WHAT TO DO → Each entry that appears below should be restated word for word.

Stored data

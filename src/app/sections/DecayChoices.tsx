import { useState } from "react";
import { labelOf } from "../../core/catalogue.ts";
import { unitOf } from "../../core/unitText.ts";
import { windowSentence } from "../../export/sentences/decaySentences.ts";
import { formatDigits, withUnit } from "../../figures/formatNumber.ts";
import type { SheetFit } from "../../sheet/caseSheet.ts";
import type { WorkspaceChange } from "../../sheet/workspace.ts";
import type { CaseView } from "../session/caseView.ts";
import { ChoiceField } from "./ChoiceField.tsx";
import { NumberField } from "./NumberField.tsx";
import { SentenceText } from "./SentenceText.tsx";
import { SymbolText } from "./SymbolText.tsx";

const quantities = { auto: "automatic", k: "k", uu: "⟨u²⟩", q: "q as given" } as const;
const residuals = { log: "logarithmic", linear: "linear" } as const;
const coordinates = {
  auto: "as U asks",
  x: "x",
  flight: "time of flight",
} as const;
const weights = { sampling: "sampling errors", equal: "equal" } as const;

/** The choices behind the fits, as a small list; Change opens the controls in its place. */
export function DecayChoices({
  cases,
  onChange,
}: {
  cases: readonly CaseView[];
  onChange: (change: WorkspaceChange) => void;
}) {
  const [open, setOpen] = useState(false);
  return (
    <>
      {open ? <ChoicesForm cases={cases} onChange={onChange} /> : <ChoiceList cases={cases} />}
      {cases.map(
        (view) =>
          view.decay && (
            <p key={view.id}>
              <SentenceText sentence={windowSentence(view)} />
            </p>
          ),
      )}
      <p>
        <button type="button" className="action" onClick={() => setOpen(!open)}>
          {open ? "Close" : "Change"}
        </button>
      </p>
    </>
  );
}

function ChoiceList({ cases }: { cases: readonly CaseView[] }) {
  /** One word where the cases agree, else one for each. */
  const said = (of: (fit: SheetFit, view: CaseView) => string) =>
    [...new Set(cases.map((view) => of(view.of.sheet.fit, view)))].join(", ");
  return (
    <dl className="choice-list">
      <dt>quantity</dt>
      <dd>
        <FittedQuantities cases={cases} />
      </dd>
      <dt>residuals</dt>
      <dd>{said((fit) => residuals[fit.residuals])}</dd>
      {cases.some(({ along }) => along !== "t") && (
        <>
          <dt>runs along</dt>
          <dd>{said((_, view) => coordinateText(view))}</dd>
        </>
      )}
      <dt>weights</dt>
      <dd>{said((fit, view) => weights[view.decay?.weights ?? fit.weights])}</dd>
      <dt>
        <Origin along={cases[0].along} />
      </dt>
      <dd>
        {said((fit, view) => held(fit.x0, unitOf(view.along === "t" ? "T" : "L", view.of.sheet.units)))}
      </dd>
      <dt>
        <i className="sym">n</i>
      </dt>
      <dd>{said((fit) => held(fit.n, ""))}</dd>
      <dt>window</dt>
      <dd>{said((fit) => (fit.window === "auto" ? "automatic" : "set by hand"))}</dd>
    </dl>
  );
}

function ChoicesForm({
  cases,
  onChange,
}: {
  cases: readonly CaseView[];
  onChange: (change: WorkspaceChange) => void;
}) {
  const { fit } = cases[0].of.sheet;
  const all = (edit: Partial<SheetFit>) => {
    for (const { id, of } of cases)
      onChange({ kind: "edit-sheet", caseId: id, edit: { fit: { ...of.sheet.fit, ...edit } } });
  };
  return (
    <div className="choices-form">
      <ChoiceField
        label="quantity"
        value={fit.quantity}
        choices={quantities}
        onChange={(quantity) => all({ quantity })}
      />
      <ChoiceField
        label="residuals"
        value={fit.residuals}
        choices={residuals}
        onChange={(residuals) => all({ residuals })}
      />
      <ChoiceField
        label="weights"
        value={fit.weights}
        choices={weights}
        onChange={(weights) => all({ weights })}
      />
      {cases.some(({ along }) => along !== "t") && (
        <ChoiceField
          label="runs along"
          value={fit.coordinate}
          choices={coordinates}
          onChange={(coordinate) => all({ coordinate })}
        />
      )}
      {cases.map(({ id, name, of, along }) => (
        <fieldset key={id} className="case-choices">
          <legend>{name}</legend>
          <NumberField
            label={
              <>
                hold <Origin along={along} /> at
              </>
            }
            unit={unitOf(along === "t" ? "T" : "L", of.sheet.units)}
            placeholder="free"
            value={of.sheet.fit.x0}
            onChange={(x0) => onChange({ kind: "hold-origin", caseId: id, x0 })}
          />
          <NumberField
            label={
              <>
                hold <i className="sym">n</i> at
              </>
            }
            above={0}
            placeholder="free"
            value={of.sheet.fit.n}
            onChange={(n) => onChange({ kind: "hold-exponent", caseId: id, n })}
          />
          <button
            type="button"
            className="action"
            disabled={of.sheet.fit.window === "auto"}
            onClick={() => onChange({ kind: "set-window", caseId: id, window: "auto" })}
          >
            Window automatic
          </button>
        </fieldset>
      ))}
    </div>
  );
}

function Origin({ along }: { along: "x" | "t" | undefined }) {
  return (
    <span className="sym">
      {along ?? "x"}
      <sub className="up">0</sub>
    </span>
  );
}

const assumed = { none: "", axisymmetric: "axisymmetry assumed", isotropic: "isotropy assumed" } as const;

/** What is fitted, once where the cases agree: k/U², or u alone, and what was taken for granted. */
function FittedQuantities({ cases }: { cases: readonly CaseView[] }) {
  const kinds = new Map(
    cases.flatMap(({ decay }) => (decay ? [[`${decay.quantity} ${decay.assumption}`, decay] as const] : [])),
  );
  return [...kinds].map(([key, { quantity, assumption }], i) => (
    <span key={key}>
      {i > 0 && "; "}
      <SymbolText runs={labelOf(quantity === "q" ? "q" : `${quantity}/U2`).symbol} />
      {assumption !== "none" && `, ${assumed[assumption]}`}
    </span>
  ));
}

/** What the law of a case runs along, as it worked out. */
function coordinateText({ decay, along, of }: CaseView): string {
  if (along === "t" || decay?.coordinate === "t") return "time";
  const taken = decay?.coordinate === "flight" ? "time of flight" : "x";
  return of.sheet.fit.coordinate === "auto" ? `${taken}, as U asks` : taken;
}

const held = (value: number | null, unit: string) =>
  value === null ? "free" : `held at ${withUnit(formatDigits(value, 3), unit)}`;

RESPONSE AREA →
filename src/app/sections/DecayChoices.tsx
import { useState } from "react";
import { labelOf } from "../../core/catalogue.ts";
import { unitOf } from "../../core/unitText.ts";
import { windowSentence } from "../../export/sentences/decaySentences.ts";
import { formatDigits, withUnit } from "../../figures/formatNumber.ts";
import type { SheetFit } from "../../sheet/caseSheet.ts";
import type { WorkspaceChange } from "../../sheet/workspace.ts";
import type { CaseView } from "../session/caseView.ts";
import { ChoiceField } from "./ChoiceField.tsx";
import { NumberField } from "./NumberField.tsx";
import { SentenceText } from "./SentenceText.tsx";
import { SymbolText } from "./SymbolText.tsx";

const quantities = { auto: "automatic", k: "k", uu: "⟨u²⟩", q: "q as given" } as const;
const residuals = { log: "logarithmic", linear: "linear" } as const;
const coordinates = {
  auto: "as U asks",
  x: "x",
  flight: "time of flight",
} as const;
const weights = { sampling: "sampling errors", equal: "equal" } as const;

/** The choices behind the fits, as a small list; Change opens the controls in its place. */
export function DecayChoices({
  cases,
  onChange,
}: {
  cases: readonly CaseView[];
  onChange: (change: WorkspaceChange) => void;
}) {
  const [open, setOpen] = useState(false);
  return (
    <>
      {open ? <ChoicesForm cases={cases} onChange={onChange} /> : <ChoiceList cases={cases} />}
      {cases.map(
        (view) =>
          view.decay && (
            <p key={view.id}>
              <SentenceText sentence={windowSentence(view)} />
            </p>
          ),
      )}
      <p>
        <button type="button" className="action" onClick={() => setOpen(!open)}>
          {open ? "Close" : "Change"}
        </button>
      </p>
    </>
  );
}

function ChoiceList({ cases }: { cases: readonly CaseView[] }) {
  /** One word where the cases agree, else one for each. */
  const said = (of: (fit: SheetFit, view: CaseView) => string) =>
    [...new Set(cases.map((view) => of(view.of.sheet.fit, view)))].join(", ");
  return (
    <dl className="choice-list">
      <dt>quantity</dt>
      <dd>
        <FittedQuantities cases={cases} />
      </dd>
      <dt>residuals</dt>
      <dd>{said((fit) => residuals[fit.residuals])}</dd>
      {cases.some(({ along }) => along !== "t") && (
        <>
          <dt>runs along</dt>
          <dd>{said((_, view) => coordinateText(view))}</dd>
        </>
      )}
      <dt>weights</dt>
      <dd>{said((fit, view) => weights[view.decay?.weights ?? fit.weights])}</dd>
      <dt>
        <Origin along={cases[0].along} />
      </dt>
      <dd>
        {said((fit, view) => held(fit.x0, unitOf(view.along === "t" ? "T" : "L", view.of.sheet.units)))}
      </dd>
      <dt>
        <i className="sym">n</i>
      </dt>
      <dd>{said((fit) => held(fit.n, ""))}</dd>
      <dt>window</dt>
      <dd>{said((fit) => (fit.window === "auto" ? "automatic" : "set by hand"))}</dd>
    </dl>
  );
}

function ChoicesForm({
  cases,
  onChange,
}: {
  cases: readonly CaseView[];
  onChange: (change: WorkspaceChange) => void;
}) {
  const { fit } = cases[0].of.sheet;
  const all = (edit: Partial<SheetFit>) => {
    for (const { id, of } of cases)
      onChange({ kind: "edit-sheet", caseId: id, edit: { fit: { ...of.sheet.fit, ...edit } } });
  };
  return (
    <div className="choices-form">
      <ChoiceField
        label="quantity"
        value={fit.quantity}
        choices={quantities}
        onChange={(quantity) => all({ quantity })}
      />
      <ChoiceField
        label="residuals"
        value={fit.residuals}
        choices={residuals}
        onChange={(residuals) => all({ residuals })}
      />
      <ChoiceField
        label="weights"
        value={fit.weights}
        choices={weights}
        onChange={(weights) => all({ weights })}
      />
      {cases.some(({ along }) => along !== "t") && (
        <ChoiceField
          label="runs along"
          value={fit.coordinate}
          choices={coordinates}
          onChange={(coordinate) => all({ coordinate })}
        />
      )}
      {cases.map(({ id, name, of, along }) => (
        <fieldset key={id} className="case-choices">
          <legend>{name}</legend>
          <NumberField
            label={
              <>
                hold <Origin along={along} /> at
              </>
            }
            unit={unitOf(along === "t" ? "T" : "L", of.sheet.units)}
            placeholder="free"
            value={of.sheet.fit.x0}
            onChange={(x0) => onChange({ kind: "hold-origin", caseId: id, x0 })}
          />
          <NumberField
            label={
              <>
                hold <i className="sym">n</i> at
              </>
            }
            above={0}
            placeholder="free"
            value={of.sheet.fit.n}
            onChange={(n) => onChange({ kind: "hold-exponent", caseId: id, n })}
          />
          <button
            type="button"
            className="action"
            disabled={of.sheet.fit.window === "auto"}
            onClick={() => onChange({ kind: "set-window", caseId: id, window: "auto" })}
          >
            Window automatic
          </button>
        </fieldset>
      ))}
    </div>
  );
}

function Origin({ along }: { along: "x" | "t" | undefined }) {
  return (
    <span className="sym">
      {along ?? "x"}
      <sub className="up">0</sub>
    </span>
  );
}

const assumed = { none: "", axisymmetric: "axisymmetry assumed", isotropic: "isotropy assumed" } as const;

/** What is fitted, once where the cases agree: k/U², or u alone, and what was taken for granted. */
function FittedQuantities({ cases }: { cases: readonly CaseView[] }) {
  const kinds = new Map(
    cases.flatMap(({ decay }) => (decay ? [[`${decay.quantity} ${decay.assumption}`, decay] as const] : [])),
  );
  return [...kinds].map(([key, { quantity, assumption }], i) => (
    <span key={key}>
      {i > 0 && "; "}
      <SymbolText runs={labelOf(quantity === "q" ? "q" : `${quantity}/U2`).symbol} />
      {assumption !== "none" && `, ${assumed[assumption]}`}
    </span>
  ));
}

/** What the law of a case runs along, as it worked out. */
function coordinateText({ decay, along, of }: CaseView): string {
  if (along === "t" || decay?.coordinate === "t") return "time";
  const taken = decay?.coordinate === "flight" ? "time of flight" : "x";
  return of.sheet.fit.coordinate === "auto" ? `${taken}, as U asks` : taken;
}

const held = (value: number | null, unit: string) =>
  value === null ? "free" : `held at ${withUnit(formatDigits(value, 3), unit)}`;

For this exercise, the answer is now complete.